Here's a quick one while we wait - 

"What did you expect? 'Welcome sonny,' 'Make yourself at home,' 'Marry my daughter.' You've got to remember, that these are just simple farmers, these are people of the land, the common clay of the new west. You know . . . morons."


----------



## Marky Lazer (Mar 9, 2006)

We're supposed to wait and get the answer confirmed. So it's Adasunshine's turn.


----------



## Adasunshine (Mar 9, 2006)

Cheers Marky!!! 

You know how I know *you're* gay? 
How? 
I saw you make a spinach dip in a loaf of sour dough bread once. 

xx


----------



## Marky Lazer (Mar 9, 2006)

I refuse to admit I've seen that movie... it's for the taker...


----------



## Adasunshine (Mar 9, 2006)

Marky Lazer said:
			
		

> I refuse to admit I've seen that movie... it's for the taker...


 
LMAO! It's a good film - funny as hell!!!!!!!!!!!!!!!!!!!

xx


----------



## roddglenn (Mar 9, 2006)

Ah that film is hilarious!  The 40 year old virgin.


----------



## Adasunshine (Mar 9, 2006)

You're up roddglenn! 

xx


----------



## roddglenn (Mar 9, 2006)

Here's my premature one from before then...

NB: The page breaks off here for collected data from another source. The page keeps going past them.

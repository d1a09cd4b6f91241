-- Drives Neovim's built-in LSP client against `conelang serve` (used by test_neovim.py).
-- Works with Neovim 0.7+ (vim.lsp.start_client + vim.lsp.buf_attach_client).
-- Inputs come from environment variables; the results are written as JSON to CONE_OUT.
local env = function(k) return os.getenv(k) end
local results = { diagnostics = {}, hover = "", cleared = false, times = {} }
local t0 = vim.loop.now()
local function mark(what) results.times[what] = vim.loop.now() - t0 end

local function finish(ok, message)
  results.ok = ok
  results.message = message
  local f = io.open(env("CONE_OUT"), "w")
  f:write(vim.fn.json_encode(results))
  f:close()
  vim.cmd("qall!")
end

local function run()
  local file = env("CONE_FILE")
  vim.cmd("edit " .. vim.fn.fnameescape(file))
  local buf = vim.api.nvim_get_current_buf()
  local id = vim.lsp.start_client({
    name = "conelang",
    cmd = vim.fn.json_decode(env("CONE_SERVER")),
    root_dir = vim.fn.fnamemodify(file, ":p:h"),
  })
  assert(id, "the language server did not start")
  vim.lsp.buf_attach_client(buf, id)

  -- 1. the mistake is reported
  assert(vim.wait(60000, function() return #vim.diagnostic.get(buf) > 0 end, 50), "no diagnostics arrived")
  mark("diagnostics")
  for _, d in ipairs(vim.diagnostic.get(buf)) do
    table.insert(results.diagnostics, { lnum = d.lnum, col = d.col, message = d.message,
                                        code = d.code or (d.user_data and d.user_data.lsp and d.user_data.lsp.code) })
  end

  -- 2. hover a cone until the heavy part (generators, equations) is there
  local params = { textDocument = { uri = vim.uri_from_bufnr(buf) },
                   position = { line = tonumber(env("CONE_HOVER_LINE")), character = tonumber(env("CONE_HOVER_COL")) } }
  local deadline = vim.loop.now() + 60000
  while vim.loop.now() < deadline do
    local responses = vim.lsp.buf_request_sync(buf, "textDocument/hover", params, 20000) or {}
    for _, r in pairs(responses) do
      if r.result and r.result.contents then
        local c = r.result.contents
        results.hover = type(c) == "table" and (c.value or "") or tostring(c)
      end
    end
    if results.hover ~= "" and not results.hover:find("computing") then break end
    vim.wait(200)
  end

  mark("hover")
  -- 3. fix the mistake: the diagnostic goes away
  local line = tonumber(env("CONE_FIX_LINE"))
  vim.api.nvim_buf_set_lines(buf, line, line + 1, false, { env("CONE_FIX_TEXT") })
  results.cleared = vim.wait(60000, function() return #vim.diagnostic.get(buf) == 0 end, 50)
  mark("cleared")
  vim.lsp.stop_client(id)
end

local ok, err = pcall(run)
finish(ok, err and tostring(err) or vim.NIL)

"What did you expect? 'Welcome sonny,' 'Make yourself at home,' 'Marry my daughter.' You've got to remember, that these are just simple farmers, these are people of the land, the common clay of the new west. You know . . . morons."


----------



## McMurphy (Mar 9, 2006)

roddglenn said:
			
		

> Here's my premature one from before then...
> 
> "What did you expect? 'Welcome sonny,' 'Make yourself at home,' 'Marry my daughter.' You've got to remember, that these are just simple farmers, these are people of the land, the common clay of the new west. You know . . . morons."



Oh, a fellow Mel Brooks fan, huh?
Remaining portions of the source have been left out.